┌──
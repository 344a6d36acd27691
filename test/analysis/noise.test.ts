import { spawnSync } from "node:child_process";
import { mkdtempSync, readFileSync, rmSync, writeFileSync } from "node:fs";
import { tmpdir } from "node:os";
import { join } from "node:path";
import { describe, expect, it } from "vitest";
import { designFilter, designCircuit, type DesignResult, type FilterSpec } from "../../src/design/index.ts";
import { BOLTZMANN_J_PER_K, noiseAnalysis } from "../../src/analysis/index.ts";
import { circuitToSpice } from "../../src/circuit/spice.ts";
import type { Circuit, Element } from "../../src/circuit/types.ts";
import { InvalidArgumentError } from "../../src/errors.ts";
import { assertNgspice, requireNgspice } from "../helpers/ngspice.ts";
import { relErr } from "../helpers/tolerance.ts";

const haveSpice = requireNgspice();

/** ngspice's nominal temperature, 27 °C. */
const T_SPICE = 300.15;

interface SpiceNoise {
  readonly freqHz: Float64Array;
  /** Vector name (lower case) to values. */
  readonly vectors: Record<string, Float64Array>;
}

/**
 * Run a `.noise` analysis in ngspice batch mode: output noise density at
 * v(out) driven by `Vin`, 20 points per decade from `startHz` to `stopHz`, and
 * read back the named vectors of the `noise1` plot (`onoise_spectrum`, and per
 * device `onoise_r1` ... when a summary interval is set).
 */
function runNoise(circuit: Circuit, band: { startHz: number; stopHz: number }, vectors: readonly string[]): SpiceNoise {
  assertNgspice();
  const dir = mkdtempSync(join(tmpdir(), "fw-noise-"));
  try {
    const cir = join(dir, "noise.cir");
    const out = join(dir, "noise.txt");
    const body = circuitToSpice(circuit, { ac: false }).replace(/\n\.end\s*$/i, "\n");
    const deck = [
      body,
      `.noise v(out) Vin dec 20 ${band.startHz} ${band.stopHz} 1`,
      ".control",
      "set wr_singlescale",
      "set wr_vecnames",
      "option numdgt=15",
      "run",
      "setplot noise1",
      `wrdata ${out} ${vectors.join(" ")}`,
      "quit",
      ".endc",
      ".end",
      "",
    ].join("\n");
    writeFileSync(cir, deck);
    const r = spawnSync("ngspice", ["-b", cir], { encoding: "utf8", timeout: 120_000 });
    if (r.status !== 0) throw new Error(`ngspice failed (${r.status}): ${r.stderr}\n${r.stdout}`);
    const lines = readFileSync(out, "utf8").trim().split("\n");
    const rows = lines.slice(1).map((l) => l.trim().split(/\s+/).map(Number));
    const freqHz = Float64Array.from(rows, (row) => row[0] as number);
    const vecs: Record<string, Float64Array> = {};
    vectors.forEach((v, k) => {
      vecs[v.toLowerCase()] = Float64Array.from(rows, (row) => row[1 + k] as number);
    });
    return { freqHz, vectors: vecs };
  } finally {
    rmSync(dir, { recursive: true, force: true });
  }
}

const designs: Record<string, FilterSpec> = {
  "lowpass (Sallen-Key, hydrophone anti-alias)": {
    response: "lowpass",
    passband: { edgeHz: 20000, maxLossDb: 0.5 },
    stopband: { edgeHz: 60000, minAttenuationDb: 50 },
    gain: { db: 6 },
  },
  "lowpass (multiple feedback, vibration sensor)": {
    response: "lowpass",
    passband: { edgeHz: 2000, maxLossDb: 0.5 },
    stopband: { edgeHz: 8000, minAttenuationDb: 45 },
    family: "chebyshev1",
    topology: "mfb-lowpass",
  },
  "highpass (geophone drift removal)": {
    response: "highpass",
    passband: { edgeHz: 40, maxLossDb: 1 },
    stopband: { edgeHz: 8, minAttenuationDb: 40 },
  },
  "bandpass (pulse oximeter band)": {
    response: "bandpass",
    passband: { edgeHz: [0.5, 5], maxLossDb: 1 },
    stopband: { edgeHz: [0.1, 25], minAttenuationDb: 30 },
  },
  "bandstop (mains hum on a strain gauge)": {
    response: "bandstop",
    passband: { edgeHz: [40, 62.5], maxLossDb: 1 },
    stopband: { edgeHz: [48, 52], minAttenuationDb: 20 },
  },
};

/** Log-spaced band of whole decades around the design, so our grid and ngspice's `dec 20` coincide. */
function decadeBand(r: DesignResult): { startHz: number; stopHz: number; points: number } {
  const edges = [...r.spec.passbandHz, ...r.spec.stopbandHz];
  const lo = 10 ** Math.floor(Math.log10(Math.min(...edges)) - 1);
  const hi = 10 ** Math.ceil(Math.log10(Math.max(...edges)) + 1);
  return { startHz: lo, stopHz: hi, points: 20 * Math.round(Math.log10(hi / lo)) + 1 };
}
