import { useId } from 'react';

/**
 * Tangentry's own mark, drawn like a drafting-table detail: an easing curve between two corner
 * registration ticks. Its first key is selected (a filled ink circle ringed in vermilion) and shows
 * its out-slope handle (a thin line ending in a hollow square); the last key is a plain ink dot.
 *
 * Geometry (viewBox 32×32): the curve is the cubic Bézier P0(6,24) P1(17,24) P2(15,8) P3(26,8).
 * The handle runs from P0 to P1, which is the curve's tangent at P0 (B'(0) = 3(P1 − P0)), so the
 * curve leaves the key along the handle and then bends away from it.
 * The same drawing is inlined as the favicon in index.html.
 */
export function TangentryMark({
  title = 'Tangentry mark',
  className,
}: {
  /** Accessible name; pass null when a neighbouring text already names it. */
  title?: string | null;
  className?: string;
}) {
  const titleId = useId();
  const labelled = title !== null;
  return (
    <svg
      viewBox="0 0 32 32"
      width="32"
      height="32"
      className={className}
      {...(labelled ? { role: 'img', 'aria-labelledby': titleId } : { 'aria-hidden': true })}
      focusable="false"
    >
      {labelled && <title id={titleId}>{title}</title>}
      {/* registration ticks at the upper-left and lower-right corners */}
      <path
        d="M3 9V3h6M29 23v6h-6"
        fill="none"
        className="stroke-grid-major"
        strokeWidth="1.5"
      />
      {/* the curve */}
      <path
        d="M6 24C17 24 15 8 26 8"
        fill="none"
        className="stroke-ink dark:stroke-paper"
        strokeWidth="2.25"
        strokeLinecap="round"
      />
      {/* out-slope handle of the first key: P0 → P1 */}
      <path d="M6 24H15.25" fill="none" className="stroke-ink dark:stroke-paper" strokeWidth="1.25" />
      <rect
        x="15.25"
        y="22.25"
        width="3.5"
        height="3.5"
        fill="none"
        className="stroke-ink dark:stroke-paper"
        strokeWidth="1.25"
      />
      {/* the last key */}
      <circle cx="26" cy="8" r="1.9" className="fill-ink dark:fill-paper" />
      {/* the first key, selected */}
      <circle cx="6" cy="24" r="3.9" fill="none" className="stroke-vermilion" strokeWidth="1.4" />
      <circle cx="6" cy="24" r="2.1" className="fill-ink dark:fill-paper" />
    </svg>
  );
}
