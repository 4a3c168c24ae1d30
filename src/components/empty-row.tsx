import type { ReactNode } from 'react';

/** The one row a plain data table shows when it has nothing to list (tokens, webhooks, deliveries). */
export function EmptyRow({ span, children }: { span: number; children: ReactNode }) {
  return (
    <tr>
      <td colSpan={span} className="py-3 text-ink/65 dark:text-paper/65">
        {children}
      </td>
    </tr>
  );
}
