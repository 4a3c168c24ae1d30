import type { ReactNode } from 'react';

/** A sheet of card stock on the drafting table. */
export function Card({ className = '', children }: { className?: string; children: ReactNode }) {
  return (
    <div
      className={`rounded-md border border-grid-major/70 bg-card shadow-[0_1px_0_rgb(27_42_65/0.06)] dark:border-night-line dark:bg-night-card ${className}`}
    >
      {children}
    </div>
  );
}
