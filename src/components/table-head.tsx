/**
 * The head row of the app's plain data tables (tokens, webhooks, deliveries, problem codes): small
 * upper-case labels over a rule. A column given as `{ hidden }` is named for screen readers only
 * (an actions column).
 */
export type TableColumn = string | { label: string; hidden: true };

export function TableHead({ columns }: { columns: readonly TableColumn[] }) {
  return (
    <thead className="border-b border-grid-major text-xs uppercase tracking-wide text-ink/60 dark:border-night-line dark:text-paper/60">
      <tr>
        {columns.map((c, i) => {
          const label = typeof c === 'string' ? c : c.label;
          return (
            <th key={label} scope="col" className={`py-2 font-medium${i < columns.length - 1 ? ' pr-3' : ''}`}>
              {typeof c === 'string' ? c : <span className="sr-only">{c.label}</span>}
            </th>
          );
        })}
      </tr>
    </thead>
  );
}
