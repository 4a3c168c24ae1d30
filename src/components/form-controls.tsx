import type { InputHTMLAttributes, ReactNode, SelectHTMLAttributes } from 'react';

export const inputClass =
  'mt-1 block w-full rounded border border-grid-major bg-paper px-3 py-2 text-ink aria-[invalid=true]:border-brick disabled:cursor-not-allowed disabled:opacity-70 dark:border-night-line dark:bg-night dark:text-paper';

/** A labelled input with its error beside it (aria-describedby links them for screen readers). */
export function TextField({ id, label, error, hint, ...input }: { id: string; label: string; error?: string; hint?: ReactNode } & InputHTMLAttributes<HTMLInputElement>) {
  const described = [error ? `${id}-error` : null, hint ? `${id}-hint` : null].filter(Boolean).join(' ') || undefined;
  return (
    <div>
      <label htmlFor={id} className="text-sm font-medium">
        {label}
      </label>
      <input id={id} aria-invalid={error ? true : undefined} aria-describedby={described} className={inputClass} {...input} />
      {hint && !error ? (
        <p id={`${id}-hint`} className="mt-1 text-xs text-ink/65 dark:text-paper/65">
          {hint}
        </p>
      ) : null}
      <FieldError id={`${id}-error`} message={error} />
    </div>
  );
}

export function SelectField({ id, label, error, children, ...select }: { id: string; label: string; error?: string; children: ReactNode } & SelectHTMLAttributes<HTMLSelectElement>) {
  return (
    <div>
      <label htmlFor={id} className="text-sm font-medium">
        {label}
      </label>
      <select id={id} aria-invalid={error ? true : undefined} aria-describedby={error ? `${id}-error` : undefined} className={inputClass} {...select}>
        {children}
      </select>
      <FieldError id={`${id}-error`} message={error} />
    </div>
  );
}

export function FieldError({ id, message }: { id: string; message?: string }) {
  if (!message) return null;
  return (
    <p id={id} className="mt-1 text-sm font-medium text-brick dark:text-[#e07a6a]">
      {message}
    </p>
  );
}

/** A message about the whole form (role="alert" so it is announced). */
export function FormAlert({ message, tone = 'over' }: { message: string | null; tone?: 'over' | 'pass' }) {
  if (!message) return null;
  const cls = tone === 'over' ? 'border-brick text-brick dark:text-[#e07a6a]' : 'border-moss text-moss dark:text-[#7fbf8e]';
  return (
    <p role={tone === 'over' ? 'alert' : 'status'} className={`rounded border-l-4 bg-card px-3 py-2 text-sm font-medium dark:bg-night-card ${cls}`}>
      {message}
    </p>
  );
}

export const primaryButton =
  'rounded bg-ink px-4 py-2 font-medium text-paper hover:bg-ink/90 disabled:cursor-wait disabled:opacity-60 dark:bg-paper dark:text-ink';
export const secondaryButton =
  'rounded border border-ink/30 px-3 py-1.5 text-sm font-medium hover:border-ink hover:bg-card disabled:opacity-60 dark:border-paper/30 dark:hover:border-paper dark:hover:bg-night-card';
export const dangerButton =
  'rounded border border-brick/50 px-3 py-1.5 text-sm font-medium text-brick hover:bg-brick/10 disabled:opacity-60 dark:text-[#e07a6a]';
└──
┌──
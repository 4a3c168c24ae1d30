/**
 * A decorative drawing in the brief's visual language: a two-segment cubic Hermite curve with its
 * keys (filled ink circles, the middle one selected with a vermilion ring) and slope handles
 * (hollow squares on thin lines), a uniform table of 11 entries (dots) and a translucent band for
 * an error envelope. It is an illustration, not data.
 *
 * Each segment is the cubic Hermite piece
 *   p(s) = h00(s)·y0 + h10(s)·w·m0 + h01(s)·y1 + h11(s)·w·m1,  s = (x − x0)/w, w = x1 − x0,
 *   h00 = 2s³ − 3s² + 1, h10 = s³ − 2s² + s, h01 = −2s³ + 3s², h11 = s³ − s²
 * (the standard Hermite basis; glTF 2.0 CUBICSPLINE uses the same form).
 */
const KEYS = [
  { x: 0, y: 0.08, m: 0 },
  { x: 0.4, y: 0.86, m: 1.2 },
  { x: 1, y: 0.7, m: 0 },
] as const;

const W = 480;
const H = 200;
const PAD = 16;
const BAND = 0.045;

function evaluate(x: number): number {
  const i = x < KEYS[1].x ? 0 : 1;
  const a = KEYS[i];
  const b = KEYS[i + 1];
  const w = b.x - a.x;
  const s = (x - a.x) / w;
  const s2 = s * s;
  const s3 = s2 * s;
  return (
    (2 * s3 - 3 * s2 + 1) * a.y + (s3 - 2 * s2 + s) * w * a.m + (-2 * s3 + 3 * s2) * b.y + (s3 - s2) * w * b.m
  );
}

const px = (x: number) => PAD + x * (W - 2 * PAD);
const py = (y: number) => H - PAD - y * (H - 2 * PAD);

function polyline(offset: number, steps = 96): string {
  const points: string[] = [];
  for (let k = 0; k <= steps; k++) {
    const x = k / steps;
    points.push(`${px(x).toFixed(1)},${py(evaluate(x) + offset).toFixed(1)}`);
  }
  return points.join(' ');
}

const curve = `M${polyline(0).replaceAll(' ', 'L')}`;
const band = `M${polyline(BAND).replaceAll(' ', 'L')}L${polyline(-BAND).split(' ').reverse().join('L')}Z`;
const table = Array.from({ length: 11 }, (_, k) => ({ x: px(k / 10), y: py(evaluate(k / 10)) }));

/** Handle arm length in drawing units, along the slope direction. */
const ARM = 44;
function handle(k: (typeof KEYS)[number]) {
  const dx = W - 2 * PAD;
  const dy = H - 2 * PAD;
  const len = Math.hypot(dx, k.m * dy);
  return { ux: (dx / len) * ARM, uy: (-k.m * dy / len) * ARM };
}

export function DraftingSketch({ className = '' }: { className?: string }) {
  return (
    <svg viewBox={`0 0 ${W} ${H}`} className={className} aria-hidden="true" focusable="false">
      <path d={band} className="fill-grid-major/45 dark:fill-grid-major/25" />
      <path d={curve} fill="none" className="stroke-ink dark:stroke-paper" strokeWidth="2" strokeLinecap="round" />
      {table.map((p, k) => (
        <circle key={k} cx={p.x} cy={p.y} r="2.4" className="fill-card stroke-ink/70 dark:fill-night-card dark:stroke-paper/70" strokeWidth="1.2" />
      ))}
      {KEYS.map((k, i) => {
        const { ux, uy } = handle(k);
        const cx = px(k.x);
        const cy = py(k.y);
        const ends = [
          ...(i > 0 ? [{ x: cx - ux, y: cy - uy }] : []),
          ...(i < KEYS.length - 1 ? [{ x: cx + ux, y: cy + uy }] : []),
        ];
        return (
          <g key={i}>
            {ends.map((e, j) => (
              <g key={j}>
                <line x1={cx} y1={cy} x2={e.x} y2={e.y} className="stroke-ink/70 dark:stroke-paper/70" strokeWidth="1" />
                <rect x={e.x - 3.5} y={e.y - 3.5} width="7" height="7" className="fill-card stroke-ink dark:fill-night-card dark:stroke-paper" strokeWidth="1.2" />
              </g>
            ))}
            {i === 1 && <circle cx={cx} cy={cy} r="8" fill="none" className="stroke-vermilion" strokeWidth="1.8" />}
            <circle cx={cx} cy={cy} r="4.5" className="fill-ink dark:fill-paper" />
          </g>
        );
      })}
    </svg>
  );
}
└──
┌──
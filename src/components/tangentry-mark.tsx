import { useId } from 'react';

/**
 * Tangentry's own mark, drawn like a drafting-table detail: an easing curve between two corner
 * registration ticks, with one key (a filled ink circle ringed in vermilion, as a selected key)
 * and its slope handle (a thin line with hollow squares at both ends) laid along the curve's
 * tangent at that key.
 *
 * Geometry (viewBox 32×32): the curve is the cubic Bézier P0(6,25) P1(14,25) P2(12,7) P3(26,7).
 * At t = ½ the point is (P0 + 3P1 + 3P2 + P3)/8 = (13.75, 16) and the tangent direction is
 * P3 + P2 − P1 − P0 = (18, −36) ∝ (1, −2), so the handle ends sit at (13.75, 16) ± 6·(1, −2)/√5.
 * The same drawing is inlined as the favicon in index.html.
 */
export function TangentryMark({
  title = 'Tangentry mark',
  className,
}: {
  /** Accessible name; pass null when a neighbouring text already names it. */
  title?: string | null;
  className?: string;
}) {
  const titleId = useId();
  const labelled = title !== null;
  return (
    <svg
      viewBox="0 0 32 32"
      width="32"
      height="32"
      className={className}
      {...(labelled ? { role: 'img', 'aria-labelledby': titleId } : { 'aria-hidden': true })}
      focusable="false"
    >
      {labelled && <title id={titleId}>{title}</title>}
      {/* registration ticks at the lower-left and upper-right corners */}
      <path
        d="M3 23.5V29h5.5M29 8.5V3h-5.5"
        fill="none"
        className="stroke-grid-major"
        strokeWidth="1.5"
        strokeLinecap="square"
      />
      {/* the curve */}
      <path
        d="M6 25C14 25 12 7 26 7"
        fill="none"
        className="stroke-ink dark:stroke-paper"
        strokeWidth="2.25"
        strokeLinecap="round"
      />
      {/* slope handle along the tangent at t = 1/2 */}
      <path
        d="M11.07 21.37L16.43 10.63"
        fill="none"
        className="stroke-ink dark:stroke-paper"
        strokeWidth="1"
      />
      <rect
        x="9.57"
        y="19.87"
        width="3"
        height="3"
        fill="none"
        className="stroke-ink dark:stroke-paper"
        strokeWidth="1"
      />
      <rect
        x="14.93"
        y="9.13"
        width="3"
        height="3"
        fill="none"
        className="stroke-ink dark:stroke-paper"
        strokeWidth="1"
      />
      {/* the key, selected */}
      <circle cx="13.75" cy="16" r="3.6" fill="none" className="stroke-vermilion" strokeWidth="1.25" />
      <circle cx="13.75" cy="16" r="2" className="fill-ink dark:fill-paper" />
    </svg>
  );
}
└──
** GOAL OF THE EXERCISE **
Reproduce each line in the listing above that mentions the string "length".

** ANSWER FOR THE TASK **
            <th key={label} scope="col" className={`py-2 font-medium${i < columns.length - 1 ? ' pr-3' : ''}`}>
const table = Array.from({ length: 11 }, (_, k) => ({ x: px(k / 10), y: py(evaluate(k / 10)) }));
/** Handle arm length in drawing units, along the slope direction. */
          ...(i < KEYS.length - 1 ? [{ x: cx + ux, y: cy + uy }] : []),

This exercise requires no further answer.